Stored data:
/**
 * The OpenAPI document, generated from the zod request and response schemas (zod's own JSON Schema output),
 * served at /api/docs (UI) and /api/docs-json.
 */
import type { INestApplication } from '@nestjs/common';
import { SwaggerModule, type OpenAPIObject } from '@nestjs/swagger';
import {
  calculationSchema, chainVerificationSchema, designInputSchema, evaluationResponseSchema, identityVerificationSchema,
  problemSchema, productSchema, revisionDetailSchema, revisionReviewSchema, revisionWithChecksSchema, submissionResultSchema,
} from '@leadline/contracts';
import { sizingRequestSchema, sizingResponseSchema } from '@leadline/contracts';
import { z, type ZodType } from 'zod';
import { ruleSetDefinitionSchema } from '@leadline/rules';
import { checkpointSchema } from '../checkpoints/checkpoints.service';
import { addRevisionSchema, openCalculationSchema, reassignSchema, revisionsQuerySchema } from '../calculations/calculations.service';
import { draftSchema, saveDraftSchema } from '../calculations/drafts.service';
import { auditQuerySchema } from '../reviews/audit.service';
import { createTokenSchema, createUserSchema, identityEventsQuerySchema, setRolesSchema } from '../identities/identities.service';
import { activateSchema, signInSchema } from '../identities/accounts.service';
import { passkeySignInSchema, registerPasskeySchema } from '../identities/passkeys.service';
import { createProductSchema, productListSchema } from '../products/products.service';
import { commentSchema, decisionSchema, withdrawSchema } from '../reviews/reviews.service';
import { htmlQuerySchema } from '../reports/reports.controller';
import { impactSchema } from '../rules/impact.service';
import { recheckResponseSchema, recheckSchema } from '../rules/recheck.service';
import { adoptSchema } from '../rules/rule-sets.service';
import { mailPreferenceSchema } from '../notifications/mail.service';
import { createEndpointSchema } from '../webhooks/webhooks.service';
import { designFileAcceptedSchema, designFileJobListSchema, designFileJobSchema, designFileRequestSchema } from '../design-file/design-file-jobs.service';

const json = (schema: ZodType, io: 'input' | 'output') => z.toJSONSchema(schema, { io, target: 'openapi-3.0', unrepresentable: 'any' });

interface Route {
  method: 'get' | 'post' | 'put' | 'delete';
  path: string;
  summary: string;
  tag: string;
  request?: ZodType;
  response?: ZodType;
  status?: number;
  idempotent?: boolean;
  /** Query parameters, from a zod object schema */
  query?: z.ZodObject;
  /** Media types of the success answer (default application/json) */
  produces?: string[];
  /** Answered without a bearer token (@Public() on the handler) */
  public?: boolean;
}

/** A light revision item (GET /calculations/{id}/revisions?view=summary). */
const revisionSummarySchema = z.object({
  id: z.string().uuid(), calculationId: z.string().uuid(), revision: z.number().int(), verdict: z.enum(['blocked', 'needs-acknowledgement', 'clear']),
  author: z.object({ id: z.string(), name: z.string() }).nullable(), note: z.string().nullable(), createdAt: z.string(), hash: z.string(),
  previousHash: z.string().nullable(), review: revisionReviewSchema,
});
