/**
 * The engine 1.2 groups of an evaluation: the nut's body and flange, the safety nut and a worn thread, operation and
 * heat, wear life, lifting dynamics, stopping a descending load, fatigue, the collar as a bearing, and the list of
 * what could not be computed. Pure: called by evaluate() with the figures it has already worked out; every value is
 * traced to its formula (literal trace keys, see docs/performance.md).
 */
import * as bearings from './bearings';
import type { Design } from './design';
import * as driveMath from './drive';
import * as dutyMath from './duty';
import * as dyn from './dynamics';
import * as fat from './fatigue';
import * as body from './nut-body';

/** A check the engine could not compute: the evaluation path it would fill and the inputs it lacks. */
export interface NotComputed {
  /** Evaluation path of the missing figure, e.g. "nutBody" or "fatigue.nutThread" */
  readonly subject: string;
  /** Input fields (or data) that would let it be computed */
  readonly missing: readonly string[];
  /** Why it matters, in a sentence */
  readonly reason: string;
}

/** Default ambient temperature when none is given: 40 C, the upper ambient of IEC 60204-1, Sec. 4.4.3 (from memory): the safe side. */
export const DEFAULT_AMBIENT_TEMPERATURE = 273.15 + 40;

interface TraceEntry {
  readonly formula: string;
  readonly inputs: Readonly<Record<string, number>>;
}

/** What evaluate() hands over: the design and the figures already computed (SI). */
export interface LiftingInputs {
  readonly design: Design;
  readonly F: number;
  readonly lead: number;
  readonly pitch: number;
  readonly meanDiameter: number;
  readonly minorDiameter: number;
  readonly majorDiameter: number;
  /** Nut major diameter D_4 (the nut body's bore at its thread root) [m] */
  readonly nutMajorDiameter: number;
  /** Nut minor diameter D_1 (minimum material) [m] */
  readonly nutMinorDiameter: number;
  /** Load-flank angle [rad] and lead angle [rad] */
  readonly flankAngle: number;
  readonly leadAngle: number;
  readonly engagedThreads: number;
  readonly raiseTorqueMax: number;
  readonly lowerTorqueMax: number;
  readonly rpm: number | null;
  readonly linearSpeed: number | null;
  readonly holdingTorqueNoFriction: number;
  readonly firstThreadLoad: number;
  readonly screwRootVonMises: number;
  readonly nutRootBending: number;
  /** Thread thicknesses on the stripping planes [m] */
  readonly screwStripThickness: number;
  readonly nutStripThickness: number;
  readonly bearingPressure: number;
  readonly slidingVelocity: number | null;
  readonly screwInertia: number;
  readonly loadMass: number | null;
  readonly staticFactors: {
    readonly bodyVonMises: number;
    readonly firstThreadRoot: number;
    readonly strippingScrew: number;
    readonly strippingNut: number | null;
    readonly nutThreadRoot: number | null;
    readonly buckling: number | null;
  };
  readonly trace: Record<string, TraceEntry>;
}

const SHEAR = 0.577; // distortion-energy shear yield ratio, Shigley 10th ed., Eq. (5-21)
const entry = (formula: string, inputs: Record<string, number>): TraceEntry => ({ formula, inputs });
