import { SlicedRunner } from './slices';

/** A computation of `steps` steps that records each step it takes, and how many run at that moment. */
function* counted(log: string[], name: string, steps: number, runner: SlicedRunner, seen: number[]): Generator<void, string, void> {
  for (let i = 0; i < steps; i++) {
    log.push(`${name}${i}`);
    seen.push(runner.runningNow);
    yield;
  }
  return `${name} done`;
}

describe('SlicedRunner', () => {
  it('returns what the computation returns, and lets other callbacks run between slices', async () => {
    const runner = new SlicedRunner(0, 2); // a zero-length slice: a turn of the loop after every step
    const log: string[] = [];
    const result = runner.run(counted(log, 'a', 5, runner, []));
    setImmediate(() => log.push('other'));
    expect(await result).toBe('a done');
    expect(log).toContain('other');
    expect(log.indexOf('other')).toBeLessThan(log.indexOf('a4')); // served before the computation ended
  });

  it('runs at most `concurrency` computations at once; the rest wait in order and all finish', async () => {
    const runner = new SlicedRunner(0, 2);
    const log: string[] = [];
    const seen: number[] = [];
    const all = ['a', 'b', 'c', 'd'].map((n) => runner.run(counted(log, n, 3, runner, seen)));
    expect(runner.active).toBe(4);
    expect(await Promise.all(all)).toEqual(['a done', 'b done', 'c done', 'd done']);
    expect(Math.max(...seen)).toBe(2);
    // c starts only after a or b has finished
    expect(log.indexOf('c0')).toBeGreaterThan(Math.min(log.indexOf('a2'), log.indexOf('b2')));
    expect(runner.active).toBe(0);
  });

  it('frees its slot when a computation throws', async () => {
    const runner = new SlicedRunner(0, 1);
    function* failing(): Generator<void, never, void> {
      yield;
      throw new Error('boom');
    }
    await expect(runner.run(failing())).rejects.toThrow('boom');
    expect(runner.active).toBe(0);
    expect(await runner.run(counted([], 'x', 1, runner, []))).toBe('x done');
  });
});
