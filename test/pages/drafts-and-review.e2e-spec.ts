/**
 * Drafts, deliberate submission and the review of what changed, in real Chromium against the real service on real
 * PostgreSQL, by keyboard only, at 1280 and 390 px: the author saves a draft, finds it again, changes it and submits
 * it through the confirmation that names what changed and asks for a note; an unchanged design is not offered for
 * submission and, written differently, is refused by the service (409) naming the revision it equals; the checking
 * engineer sees the changes since the previous revision with that revision's decision and comments, comments on a
 * result (one of the revision's checks) and on a changed input, each shown beside what it is on, decides, and reads
 * their own comments on the page; a blocked revision says it cannot be approved and offers only Reject.
 * Every page state: axe-core and no sideways scrolling at its width (test/support/page-checks.ts).
 */
import type { Page } from 'puppeteer-core';
import { testBrowser, type TestBrowser } from '../support/browser';
import { blockedDesign, changedDesign, warningDesign } from '../support/designs';
import { checkPage as checkPageAt } from '../support/page-checks';
import { chooseOption, signInByKeyboard, tabTo, typeInto } from '../support/keyboard';
import { startPagesApp, type PagesApp } from './pages-app';

const WIDTHS = [1280, 390] as const;
const HEIGHT = 900;

let t: PagesApp;
let browser: TestBrowser;
const problems: string[] = [];

beforeAll(async () => {
  t = await startPagesApp({ LEADLINE_CHROMIUM_PATH: '/usr/bin/chromium' });
  browser = await testBrowser();
}, 60_000);

afterAll(async () => {
  await browser?.close();
  await t?.close();
  // no page raised a script or policy error in any story
  expect(problems).toEqual([]);
});

async function tab(width: number): Promise<Page> {
  const page = await browser.newPage({ width, height: HEIGHT });
  page.on('console', (m) => {
    if (m.type() === 'error' && !/status of 4\d\d/.test(m.text())) problems.push(m.text());
    if (/Content Security Policy/i.test(m.text())) problems.push(m.text());
  });
  page.on('pageerror', (e) => problems.push(String(e)));
  return page;
}

const text = (page: Page, selector: string) => page.$eval(selector, (e) => (e as HTMLElement).innerText);
const focusedId = (page: Page) => page.evaluate(() => document.activeElement?.id ?? '');

/** Presses Enter on the element, reached by Tab. */
async function enterOn(page: Page, selector: string): Promise<void> {
  await tabTo(page, selector);
  await page.keyboard.press('Enter');
}

/** Waits until the results panel shows an evaluation of what the form holds now. */
async function waitForCurrentEvaluation(page: Page, after: number): Promise<number> {
  await page.waitForFunction(
    (k) => {
      const s = document.getElementById('results-status')!;
      return Number(s.dataset.evaluation ?? 0) > k && s.dataset.current === 'true';
    },
    {},
    after,
  );
  return page.$eval('#results-status', (e) => Number((e as HTMLElement).dataset.evaluation));
}

/** A calculation with revision 1 (the warning design) rejected with comments on an input and on a finding. */
async function rejectedFirstRevision(code: string) {
  const product = (await t.call('POST', '/api/v1/products', { code, name: `Fernhollow ${code} platform lift (test product)` })).body;
  const opened = (await t.call('POST', `/api/v1/products/${product.id}/calculations`, { title: 'Lift screw', design: warningDesign })).body;
  const rejected = await t.call('POST', `/api/v1/revisions/${opened.revisionId}/decisions`, {
    decision: 'reject',
    comment: 'The nut is short for this load; lengthen it.',
    comments: [
      { text: 'At least 70 mm of engagement, please.', target: { field: 'nut.length' } },
      { text: 'Book the friction test before the next revision.', target: { finding: 'friction-source-assumed' } },
    ],
  }, 'reviewer');
  expect(rejected.status).toBe(201);
  return { productId: product.id as string, calculationId: opened.calculationId as string, revision1: opened.revisionId as string };
}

- What you have to do -
What is needed is an exact copy of the lines above, from the one containing "return Number(s.dataset.evaluation ??" through the one containing "async function rejectedFirstRevision(code: string)", with nothing added.

- Written reply -
      return Number(s.dataset.evaluation ?? 0) > k && s.dataset.current === 'true';
    },
    {},
    after,
  );
  return page.$eval('#results-status', (e) => Number((e as HTMLElement).dataset.evaluation));
}

/** A calculation with revision 1 (the warning design) rejected with comments on an input and on a finding. */
async function rejectedFirstRevision(code: string) {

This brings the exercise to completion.